While the meat is resting, make a delicious gravy with the pan drippings.


----------



## Kayelle

Excellent point about brining Andy. Today's lean pork absolutely needs to be brined. The difference is stunning.


----------



## puffin3

Don't use regular table salt in the brine.
I recommend Kosher salt.


----------



## jennyema

Personally for something like brining, table or kosher salt both work equally well. , IMO.

You just have to  get the salt/water ratios right, as they are very different for table vs. kosher salt.


----------



## jennyema

schlipfee said:


> I am making a stuffed pork loin for Xmas Dinner.


 

What is it stuffed with?

This can affect the necessary cooking time...


----------



## Greg Who Cooks

Andy M. said:


> 2.  145ºF is the recommended doneness temp for lean pork.  However, you should take the loins out 5-10ºF before that temp as the interior temperature will continue to rise from carry-over cooking.



Exactly what I was going to point out until I reached reading your post.

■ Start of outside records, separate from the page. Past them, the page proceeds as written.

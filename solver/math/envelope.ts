// Symmetric positive (semi-)definite systems in envelope (profile) storage with a reverse Cuthill–McKee
// ordering. Crease patterns give graph-like normal matrices whose profile after RCM stays narrow, so a
// profile Cholesky is simple, allocation-free once set up, and fast enough for sheets of ~10⁴ creases.

/** Reverse Cuthill–McKee ordering of an undirected graph given as adjacency lists. perm[k] = old index. */
export function reverseCuthillMcKee(adjacency: number[][]): Int32Array {
  const n = adjacency.length;
  const perm = new Int32Array(n);
  const seen = new Uint8Array(n);
  const degree = adjacency.map((a) => a.length);
  let filled = 0;
  while (filled < n) {
    // start each component from a vertex of least degree (a cheap peripheral-node guess)
    let start = -1;
    for (let i = 0; i < n; i++) if (!seen[i] && (start < 0 || degree[i] < degree[start])) start = i;
    // one pseudo-peripheral refinement: the last vertex reached by a BFS from start
    start = lastOfBreadthFirst(adjacency, start);
    const queueStart = filled;
    perm[filled++] = start;
    seen[start] = 1;
    for (let q = queueStart; q < filled; q++) {
      const v = perm[q];
      const next = adjacency[v].filter((w) => !seen[w]).sort((a, b) => degree[a] - degree[b] || a - b);
      for (const w of next) {
        seen[w] = 1;
        perm[filled++] = w;
      }
    }
  }
  perm.reverse();
  return perm;
}

function lastOfBreadthFirst(adjacency: number[][], start: number): number {
  const seen = new Set<number>([start]);
  let frontier = [start];
  let last = start;
  while (frontier.length) {
    const next: number[] = [];
    for (const v of frontier) for (const w of adjacency[v]) if (!seen.has(w)) { seen.add(w); next.push(w); }
    if (next.length) last = next.reduce((a, b) => (adjacency[a].length <= adjacency[b].length ? a : b));
    frontier = next;
  }
  return last;
}

/**
 * Envelope storage of a symmetric n × n matrix in a permuted order: row i (permuted) keeps columns
 * first[i] … i. Build once per sparsity pattern, then add values and factor as often as needed.
 */
export class EnvelopeMatrix {
  readonly n: number;
  /** perm[k] = original index at position k; inv[original] = k */
  readonly perm: Int32Array;
  readonly inv: Int32Array;
  readonly first: Int32Array;
  readonly rowStart: Int32Array;
  readonly values: Float64Array;
  private readonly work: Float64Array;
  /** positions of factorization pivots declared zero (rank deficiency) in the last factor() */
  zeroPivots: number[] = [];

  constructor(adjacency: number[][]) {
    this.n = adjacency.length;
    this.perm = reverseCuthillMcKee(adjacency);
    this.inv = new Int32Array(this.n);
    for (let k = 0; k < this.n; k++) this.inv[this.perm[k]] = k;
    this.first = new Int32Array(this.n);
    for (let k = 0; k < this.n; k++) {
      let f = k;
      for (const w of adjacency[this.perm[k]]) f = Math.min(f, this.inv[w]);
      this.first[k] = f;
    }
    this.rowStart = new Int32Array(this.n + 1);
    for (let k = 0; k < this.n; k++) this.rowStart[k + 1] = this.rowStart[k] + (k - this.first[k] + 1);
    this.values = new Float64Array(this.rowStart[this.n]);
    this.work = new Float64Array(this.n);
  }

  get storedEntries(): number {
    return this.rowStart[this.n];
  }

  clear(): void {
    this.values.fill(0);
  }

  /** A[i][j] += v for original indices i, j (adds to one triangle; call once per unordered pair plus diagonal). */
  add(i: number, j: number, v: number): void {
    let a = this.inv[i];
    let b = this.inv[j];
    if (b > a) { const t = a; a = b; b = t; }
    this.values[this.rowStart[a] + (b - this.first[a])] += v;
  }

  addDiagonal(v: number): void {
    for (let k = 0; k < this.n; k++) this.values[this.rowStart[k] + (k - this.first[k])] += v;
  }

  diagonal(i: number): number {
    const k = this.inv[i];
    return this.values[this.rowStart[k] + (k - this.first[k])];
  }

  /**
   * In-place Cholesky L·Lᵀ. A pivot below `relTol` × (its original diagonal, or the largest diagonal when
   * that is zero) is declared zero: its row and column are dropped (the variable is held), and listed in
   * zeroPivots. Returns the number of zero pivots.
   */
  factor(relTol = 1e-12): number {
    const { n, first, rowStart, values } = this;
    this.zeroPivots = [];
    let maxDiag = 0;
    for (let k = 0; k < n; k++) maxDiag = Math.max(maxDiag, values[rowStart[k] + (k - first[k])]);
    const floor = relTol * (maxDiag || 1);
    for (let i = 0; i < n; i++) {
      const fi = first[i];
      const ri = rowStart[i] - fi; // values[ri + j] = L[i][j]
      for (let j = fi; j <= i; j++) {
        const fj = first[j];
        const rj = rowStart[j] - fj;
        let sum = values[ri + j];
        const k0 = fi > fj ? fi : fj;
        for (let k = k0; k < j; k++) sum -= values[ri + k] * values[rj + k];
        if (j < i) {
          const d = values[rj + j];
          values[ri + j] = d === 0 ? 0 : sum / d;
        } else {
          const orig = values[ri + i] > 0 ? values[ri + i] : maxDiag;
          if (sum <= Math.max(floor, relTol * orig)) {
            this.zeroPivots.push(i);
            // hold the variable: zero its row so later rows do not couple to it
            for (let k = fi; k < i; k++) values[ri + k] = 0;
            values[ri + i] = 0;
          } else {
            values[ri + i] = Math.sqrt(sum);
          }
        }
      }
    }
    return this.zeroPivots.length;
  }

  /** Solve A·x = b after factor(); b and x in original order (x may alias b). Zero pivots give x = 0 there. */
  solve(x: Float64Array, b: Float64Array): Float64Array {
    const { n, first, rowStart, values, perm, work: y } = this;
    for (let k = 0; k < n; k++) y[k] = b[perm[k]];
    for (let i = 0; i < n; i++) {
      const fi = first[i];
      const ri = rowStart[i] - fi;
      let s = y[i];
      for (let k = fi; k < i; k++) s -= values[ri + k] * y[k];
      const d = values[ri + i];
      y[i] = d === 0 ? 0 : s / d;
    }
    for (let i = n - 1; i >= 0; i--) {
      const fi = first[i];
      const ri = rowStart[i] - fi;
      const d = values[ri + i];
      const yi = d === 0 ? 0 : y[i] / d;
      y[i] = yi;
      for (let k = fi; k < i; k++) y[k] -= values[ri + k] * yi;
    }
    for (let k = 0; k < n; k++) x[perm[k]] = y[k];
    return x;
  }
}
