// A bounding-volume hierarchy of axis-aligned boxes for finding the pairs of items whose boxes overlap.
// The tree is built once from the items' places (median splits on the longer extent); afterwards only the
// boxes change (`refit`, bottom-up in O(n)), which suits rigid panels that move but stay neighbours.
// Leaves hold a few items each: testing a handful of boxes in a plain loop costs less than walking the
// deeper tree to them.

/** Items per leaf at most. */
const LEAF_SIZE = 8;

export class BoxTree {
  /** per node: children (−1 for a leaf) */
  readonly left: Int32Array;
  readonly right: Int32Array;
  /** per leaf: its items are order[first[n]] … order[first[n] + size[n] − 1] (size 0 for an inner node) */
  readonly first: Int32Array;
  readonly size: Int32Array;
  readonly order: Int32Array;
  /** per node: min x, y, z, max x, y, z */
  readonly box: Float64Array;
  readonly nodeCount: number;
  private itemBoxes: Float64Array = new Float64Array(0);
  private stack = new Int32Array(256);

  /** `places` holds three numbers (x, y, z) per item: where the item is when the tree is built. */
  constructor(places: Float64Array, readonly count: number) {
    const total = Math.max(1, 2 * count - 1);
    this.left = new Int32Array(total).fill(-1);
    this.right = new Int32Array(total).fill(-1);
    this.first = new Int32Array(total);
    this.size = new Int32Array(total);
    this.box = new Float64Array(6 * total);
    const order = new Int32Array(count);
    for (let i = 0; i < count; i++) order[i] = i;
    this.order = order;
    let next = 0;
    // preorder numbering: a parent's index is below its children's, so refit runs from the end
    const build = (lo: number, hi: number): number => {
      const node = next++;
      if (hi - lo <= LEAF_SIZE) { this.first[node] = lo; this.size[node] = hi - lo; return node; }
      let axis = 0, best = -1;
      for (let k = 0; k < 3; k++) {
        let mn = Infinity, mx = -Infinity;
        for (let i = lo; i < hi; i++) { const v = places[3 * order[i] + k]; if (v < mn) mn = v; if (v > mx) mx = v; }
        if (mx - mn > best) { best = mx - mn; axis = k; }
      }
      const part = Array.from(order.subarray(lo, hi)).sort((p, q) => places[3 * p + axis] - places[3 * q + axis] || p - q);
      order.set(part, lo);
      const mid = (lo + hi) >> 1;
      this.left[node] = build(lo, mid);
      this.right[node] = build(mid, hi);
      return node;
    };
    if (count > 0) build(0, count);
    this.nodeCount = next;
  }

  /** New item boxes (six numbers per item: min x, y, z, max x, y, z); every node's box is recomputed. */
  refit(itemBoxes: Float64Array): void {
    this.itemBoxes = itemBoxes;
    const B = this.box;
    for (let n = this.nodeCount - 1; n >= 0; n--) {
      const o = 6 * n;
      if (this.size[n] > 0) {
        B[o] = B[o + 1] = B[o + 2] = Infinity;
        B[o + 3] = B[o + 4] = B[o + 5] = -Infinity;
        for (let i = this.first[n], e = i + this.size[n]; i < e; i++) {
          const b = 6 * this.order[i];
          for (let k = 0; k < 3; k++) {
            if (itemBoxes[b + k] < B[o + k]) B[o + k] = itemBoxes[b + k];
            if (itemBoxes[b + 3 + k] > B[o + 3 + k]) B[o + 3 + k] = itemBoxes[b + 3 + k];
          }
        }
        continue;
      }
      const l = 6 * this.left[n], r = 6 * this.right[n];
      for (let k = 0; k < 3; k++) {
        B[o + k] = Math.min(B[l + k], B[r + k]);
        B[o + 3 + k] = Math.max(B[l + 3 + k], B[r + 3 + k]);
      }
    }
  }

  /** Call visit(p, q) (p ≠ q, each unordered pair once) for every two items whose boxes come within `margin`. */
  overlappingPairs(margin: number, visit: (p: number, q: number) => void): void {
    if (this.count < 2) return;
    const B = this.box, IB = this.itemBoxes, size = this.size, first = this.first, order = this.order, left = this.left, right = this.right;
    let stack = this.stack;
    let top = 0;
    stack[top++] = 0;
    stack[top++] = 0;
    while (top > 0) {
      const j = stack[--top];
      const i = stack[--top];
      if (top + 6 > stack.length) {
        const grown = new Int32Array(stack.length * 2);
        grown.set(stack);
        stack = this.stack = grown;
      }
      const li = size[i] > 0, lj = size[j] > 0;
      if (i === j) {
        if (li) {
          // pairs inside one leaf
          for (let x = first[i], e = x + size[i]; x < e; x++) {
            const p = order[x], a = 6 * p;
            for (let y = x + 1; y < e; y++) {
              const q = order[y], b = 6 * q;
              if (IB[a] <= IB[b + 3] + margin && IB[b] <= IB[a + 3] + margin && IB[a + 1] <= IB[b + 4] + margin
                && IB[b + 1] <= IB[a + 4] + margin && IB[a + 2] <= IB[b + 5] + margin && IB[b + 2] <= IB[a + 5] + margin) visit(p, q);
            }
          }
          continue;
        }
        const l = left[i], r = right[i];
        stack[top++] = l; stack[top++] = l;
        stack[top++] = r; stack[top++] = r;
        stack[top++] = l; stack[top++] = r;
        continue;
      }
      const a = 6 * i, b = 6 * j;
      if (!(B[a] <= B[b + 3] + margin && B[b] <= B[a + 3] + margin && B[a + 1] <= B[b + 4] + margin
        && B[b + 1] <= B[a + 4] + margin && B[a + 2] <= B[b + 5] + margin && B[b + 2] <= B[a + 5] + margin)) continue;
      if (li && lj) {
        // two leaves: every item of one against every item of the other, each first against the other leaf's box
        for (let x = first[i], ex = x + size[i]; x < ex; x++) {
          const p = order[x], pa = 6 * p;
          if (!(IB[pa] <= B[b + 3] + margin && B[b] <= IB[pa + 3] + margin && IB[pa + 1] <= B[b + 4] + margin
            && B[b + 1] <= IB[pa + 4] + margin && IB[pa + 2] <= B[b + 5] + margin && B[b + 2] <= IB[pa + 5] + margin)) continue;
          for (let y = first[j], ey = y + size[j]; y < ey; y++) {
            const q = order[y], qb = 6 * q;
            if (IB[pa] <= IB[qb + 3] + margin && IB[qb] <= IB[pa + 3] + margin && IB[pa + 1] <= IB[qb + 4] + margin
              && IB[qb + 1] <= IB[pa + 4] + margin && IB[pa + 2] <= IB[qb + 5] + margin && IB[qb + 2] <= IB[pa + 5] + margin) visit(p, q);
          }
        }
        continue;
      }
      // descend into the bigger box (or the one that is not a leaf)
      const si = B[a + 3] - B[a] + B[a + 4] - B[a + 1] + B[a + 5] - B[a + 2];
      const sj = B[b + 3] - B[b] + B[b + 4] - B[b + 1] + B[b + 5] - B[b + 2];
      if (lj || (!li && si >= sj)) {
        stack[top++] = left[i]; stack[top++] = j;
        stack[top++] = right[i]; stack[top++] = j;
      } else {
        stack[top++] = i; stack[top++] = left[j];
        stack[top++] = i; stack[top++] = right[j];
      }
    }
  }
}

I did some roast pork a couple weeks ago and for some reason the continued warming increased much more than I expected, and the pork was disappointingly dry. Coincidentally I'm having a roast, stuffed pork chop tonight and I'm definitely removing it at 135ºF, maybe even 130ºF.



jennyema said:


> Personally for something like brining, table or kosher salt both work equally well. , IMO.
> 
> You just have to  get the salt/water ratios right, as they are very different for table vs. kosher salt.



Salt is salt is salt, NaCL, sodium chloride. In solution there is absolutely NO difference in different types of salt, except such as "gourmet" or "specialty" salts which are chosen for their unusual impurities, or flavored salt.

Interestingly (or not, you decide) ALL salt is sea salt! Unless it came in on a meteorite all salt has its ultimate source as an ocean, whether a prehistoric ocean that became folded into the layers of the Earth's crust and mined, or of course what is usually called sea salt which is evaporated salt water from an ocean.

But admittedly I'm being picky, picky. "Sea salt" usually refers to salt made by filling a basin from the ocean, then closing the channel and waiting until the sun evaporates the water.

I have a conundrum regarding salt from dry lakes such as found in Death Valley and similar dry lakes in the Owens Valley and other locales. I suspect it is geologic salt eroded from the mountains around the valley enclosing the lake that was dissolved by rain and snow melt and eventually deposited in a basin with no outlets.



jennyema said:


> What is it stuffed with?
> 
> This can affect the necessary cooking time...



I'm wondering the same myself. My tonight's pork chop is stuffed... I think I'll stick the thermometer in the meat and cook as I described above.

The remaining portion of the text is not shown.